- _Exercise directions_
Copy out, exactly and with nothing else, the stretch of lines that starts at the line containing "# Satterthwaite (1946)" and finishes at the end of the data.

Recorded data:

»»

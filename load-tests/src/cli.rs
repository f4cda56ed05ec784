//! The command line: `switchyard-load run` (a workload against a running server), and the
//! built-in scenarios `switchyard-load overhead` and `switchyard-load fairness`, which start
//! their own servers. Flags are
//! checked as they are parsed, so a bad value is refused with the flag and the value named.

use std::path::{Path, PathBuf};
use std::time::Duration;

use anyhow::{Context, bail};
use clap::{Args, Parser, Subcommand};
use switchyard_adapters::Module;

use crate::client::{Client, RequestShape};
use crate::driver::{Pacing, Workload, drive};
use crate::fairness::{FairnessSettings, run_fairness};
use crate::mix::{Kind, Mix};
use crate::overhead::{OverheadSettings, run_overhead};
use crate::report::Report;
use crate::results::Scenario;
use crate::scrape::{MemorySampler, parse, swap_histograms};
use crate::synthetic::{SyntheticSpec, package_bytes, read_base};
use crate::workload::Zipf;

#[derive(Debug, Parser)]
#[command(
    name = "switchyard-load",
    about = "Load generator and swap-overhead report for a switchyard server (HTTP only)"
)]
pub struct Cli {
    #[command(subcommand)]
    pub command: Command,
}

// Parsed once per process: the size of the larger variant costs nothing.
#[allow(clippy::large_enum_variant)]
#[derive(Debug, Subcommand)]
pub enum Command {
    /// Send a workload to a running server and write a report.
    Run(RunArgs),
    /// The built-in swap-overhead scenario: starts `switchyard serve` itself and measures base,
    /// merged, unmerged and mixed adapters side by side.
    Overhead(OverheadArgs),
    /// The built-in fairness scenario: starts `switchyard serve` itself with three tenants and
    /// measures a steady tenant's latency alone and while another tenant floods the server.
    Fairness(FairnessArgs),
    /// The soak: starts `switchyard serve` itself, measures its capacity, then sends a share of
    /// it over many adapters for a long time while adapters are published and rolled back live;
    /// reports errors, memory and swap times per window, and exits 1 when a verdict fails.
    Soak(SoakArgs),
    /// The language-model serving scenario, on a decoder model folder: starts `switchyard serve`
    /// itself (three servers) and measures time to first token with and without chunked prefill
    /// while long prompts arrive, decode speed over 8 adapters against the base, and the prefix
    /// cache's second request against its first.
    Serving(ServingArgs),
}

#[derive(Debug, Args)]
pub struct ServingArgs {
    /// The `switchyard` binary to start (a release build: cargo build --release -p switchyard-server).
    #[arg(long)]
    pub server_bin: PathBuf,
    /// A decoder model folder (Llama layout): config.json, safetensors and tokenizer.json.
    #[arg(long)]
    pub model: PathBuf,
    /// Folder for serving.json and serving.txt.
    #[arg(long, default_value = "serving-report")]
    pub out: PathBuf,
    /// Tokens of each of the 4 long prompts that arrive while short requests run.
    #[arg(long, default_value_t = 2048, value_parser = parse_positive_count)]
    pub long_tokens: usize,
    /// Tokens of the system prompt the prefix-cache case shares.
    #[arg(long, default_value_t = 1000, value_parser = parse_positive_count)]
    pub system_tokens: usize,
    /// Tokens each of the 16 decoding sequences generates.
    #[arg(long, default_value_t = 64, value_parser = parse_positive_count)]
    pub decode_tokens: usize,
    /// Rounds of each case, alternating between the compared servers or targets.
    #[arg(long, default_value_t = 3, value_parser = parse_positive_count)]
    pub rounds: usize,
    #[arg(long, default_value_t = 1)]
    pub seed: u64,
}

#[derive(Debug, Args)]
pub struct SoakArgs {
    /// The `switchyard` binary to start.
    #[arg(long)]
    pub server_bin: PathBuf,
    /// The base model folder (an encoder: the soak sends /embed).
    #[arg(long)]
    pub model: PathBuf,
    /// Folder for report.json, README.md and the charts.
    #[arg(long)]
    pub out: PathBuf,
    /// Measured time after the warm-up (30m, 90s, ...).
    #[arg(long, default_value = "30m", value_parser = parse_duration)]
    pub duration: Duration,
    /// Time at the start left out of the verdicts.
    #[arg(long, default_value = "2m", value_parser = parse_duration)]
    pub warmup: Duration,
    /// Length of one reporting window.
    #[arg(long, default_value = "1m", value_parser = parse_duration)]
    pub window: Duration,
    /// Synthetic adapters the traffic is spread over.
    #[arg(long, default_value_t = 1000, value_parser = parse_positive_count)]
    pub adapters: usize,
    /// Zipf exponent of adapter popularity (above 0).
    #[arg(long, default_value_t = 1.0, value_parser = parse_zipf)]
    pub zipf: f64,
    /// Share of the measured capacity to send (above 0, at most 1).
    #[arg(long, default_value_t = 0.7, value_parser = parse_share)]
    pub load: f64,
    /// How long the capacity probe runs.
    #[arg(long, default_value = "20s", value_parser = parse_duration)]
    pub capacity_time: Duration,
    /// Clients of the capacity probe's closed loop.
    #[arg(long, default_value_t = 4, value_parser = parse_positive_count)]
    pub capacity_clients: usize,
    /// One publish or rollback this often.
    #[arg(long, default_value = "2s", value_parser = parse_duration)]
    pub flip_every: Duration,
    /// How many of the most popular adapters take turns being published and rolled back.
    #[arg(long, default_value_t = 20, value_parser = parse_positive_count)]
    pub flipped_adapters: usize,
    /// The server's memory for resident adapter factors, in MiB. The default holds about a
    /// fifth of the 1,000 default adapters (rank 8 on attn.q,attn.v of a 6-layer, 384-wide
    /// encoder), so the tier fills during the warm-up and then evicts, as a server whose catalogue
    /// outgrows its memory does; a budget above the catalogue keeps growing as new adapters are
    /// first asked for, and the memory verdict then measures the catalogue, not the server.
    #[arg(long, default_value_t = 64, value_parser = parse_positive_count)]
    pub factor_budget_mib: usize,
    /// The server's memory for merged variants of popular adapters, in MiB (0 turns merging off).
    #[arg(long, default_value_t = 64)]
    pub merged_budget_mib: usize,
    /// Rank of the synthetic adapters.
    #[arg(long, default_value_t = 8, value_parser = parse_positive_count)]
    pub rank: usize,
    /// Matrices the synthetic adapters target.
    #[arg(long, default_value = "attn.q,attn.v", value_parser = parse_targets)]
    pub targets: Targets,
    /// Worker threads of the open loop.
    #[arg(long, default_value_t = 64, value_parser = parse_positive_count)]
    pub workers: usize,
    #[arg(long, default_value_t = 1)]
    pub seed: u64,
}
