fn server_with(setup: ServerSetup, creds: &Credentials) -> Server {
    let patterns: Vec<&str> = creds.patterns.iter().map(String::as_str).collect();
    setup
        .set("admin", "token", &format!("{:?}", creds.admin_token))
        .tenant(&creds.tenant, &creds.key, &patterns)
        .start()
}

/// The committed description is what `switchyard describe-api` prints and what the server
/// answers without credentials, and the validator accepts it as OpenAPI 3.1.
#[test]
fn the_committed_description_is_what_the_server_serves_and_a_validator_accepts_it() {
    let printed = switchyard_ok(&["describe-api"], &workspace_root());
    let file = std::fs::read_to_string(committed()).unwrap();
    assert!(
        printed == file,
        "docs/http-api.json is not what the code describes; regenerate it with \
         `target/debug/switchyard describe-api > docs/http-api.json`"
    );
    let creds = example_credentials();
    let server = server_with(ServerSetup::encoder(), &creds);
    let served = server.get("/reference/http-api.json", Auth::None);
    assert_eq!(served.status, 200);
    assert!(served.body == file, "the served description differs");
    let doc: Value = serde_json::from_str(&file).unwrap();
    assert_eq!(doc["openapi"], "3.1.0");

    let out = Command::new(venv_tool("openapi-spec-validator"))
        .arg(committed())
        .output()
        .unwrap();
    let said =
        String::from_utf8_lossy(&out.stdout).into_owned() + &String::from_utf8_lossy(&out.stderr);
    println!("openapi-spec-validator: {}", said.trim());
    assert!(out.status.success(), "the validator refused it: {said}");
    assert!(said.contains("OK"), "{said}");
}
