def test_stratified_variance_equals_statsmodels_hc2_in_the_saturated_regression():
    # OLS of y on stratum dummies and stratum x treatment dummies: each interaction
    # coefficient is that stratum's difference in means, and its HC2 variance is exactly
    # s_1s^2/n_1s + s_0s^2/n_0s (Samii & Aronow 2012); strata's blocks of the sandwich do
    # not overlap, so w' V w with w_s = n_s / n is the stratified Neyman variance.
    import statsmodels.api as sm

    y, treated, strata, schedule = _fixed_data()
    dummies = (strata[:, None] == np.arange(strata.max() + 1)[None, :]).astype(float)
    design = np.hstack([dummies, dummies * treated[:, None]])
    fit = sm.OLS(y, design).fit(cov_type="HC2")
    k = dummies.shape[1]
    weight = dummies.sum(axis=0) / y.size
    est = stratified_difference_in_means(OutcomePanel.from_arrays(fulfilled=y), schedule)
    assert est.point == pytest.approx(weight @ fit.params[k:], rel=1e-12)
    variance = weight @ fit.cov_params()[k:, k:] @ weight
    assert est.standard_error ** 2 == pytest.approx(variance, rel=1e-10)


def test_stratified_variance_equals_the_closed_form_by_hand():
    # Imbens & Rubin (2015), eq. 9.2-9.3, written out stratum by stratum.
    y, treated, strata, schedule = _fixed_data(seed=4)
    point = variance = 0.0
    for s in np.unique(strata):
        a, b = y[(strata == s) & treated], y[(strata == s) & ~treated]
        w = (strata == s).mean()
        point += w * (a.mean() - b.mean())
        variance += w**2 * (a.var(ddof=1) / a.size + b.var(ddof=1) / b.size)
    est = stratified_difference_in_means(OutcomePanel.from_arrays(fulfilled=y), schedule)
    assert est.point == pytest.approx(point, rel=1e-12)
    assert est.standard_error == pytest.approx(np.sqrt(variance), rel=1e-12)
    # Satterthwaite (1946) degrees of freedom of the sum of the 2 x strata variance parts,
    # written out here in a loop (scipy's t quantile gives the half-width)
    parts = []
    for s in np.unique(strata):
        for arm in (True, False):
            v = y[(strata == s) & (treated == arm)]
            parts.append(((strata == s).mean() ** 2 * v.var(ddof=1) / v.size, v.size - 1))
    df = sum(p for p, _ in parts) ** 2 / sum(p**2 / k for p, k in parts)
    assert est.degrees_of_freedom == pytest.approx(df, rel=1e-10)
    assert est.ci_high - est.point == pytest.approx(
        stats.t.ppf(0.975, df) * np.sqrt(variance), rel=1e-10)


def test_one_stratum_is_the_difference_in_means():
    y, treated, _, _ = _fixed_data(seed=2)
    schedule = _schedule(treated, np.zeros(y.size, dtype=int))
    panel = OutcomePanel.from_arrays(fulfilled=y)
    a, b = stratified_difference_in_means(panel, schedule), difference_in_means(panel, schedule)
    assert (a.point, a.standard_error) == pytest.approx((b.point, b.standard_error), rel=1e-12)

««

- _Worked solution_
    # Satterthwaite (1946) degrees of freedom of the sum of the 2 x strata variance parts,
    # written out here in a loop (scipy's t quantile gives the half-width)
    parts = []
    for s in np.unique(strata):
        for arm in (True, False):
            v = y[(strata == s) & (treated == arm)]
            parts.append(((strata == s).mean() ** 2 * v.var(ddof=1) / v.size, v.size - 1))
    df = sum(p for p, _ in parts) ** 2 / sum(p**2 / k for p, k in parts)
    assert est.degrees_of_freedom == pytest.approx(df, rel=1e-10)
    assert est.ci_high - est.point == pytest.approx(
        stats.t.ppf(0.975, df) * np.sqrt(variance), rel=1e-10)


def test_one_stratum_is_the_difference_in_means():
    y, treated, _, _ = _fixed_data(seed=2)
    schedule = _schedule(treated, np.zeros(y.size, dtype=int))
    panel = OutcomePanel.from_arrays(fulfilled=y)
    a, b = stratified_difference_in_means(panel, schedule), difference_in_means(panel, schedule)
    assert (a.point, a.standard_error) == pytest.approx((b.point, b.standard_error), rel=1e-12)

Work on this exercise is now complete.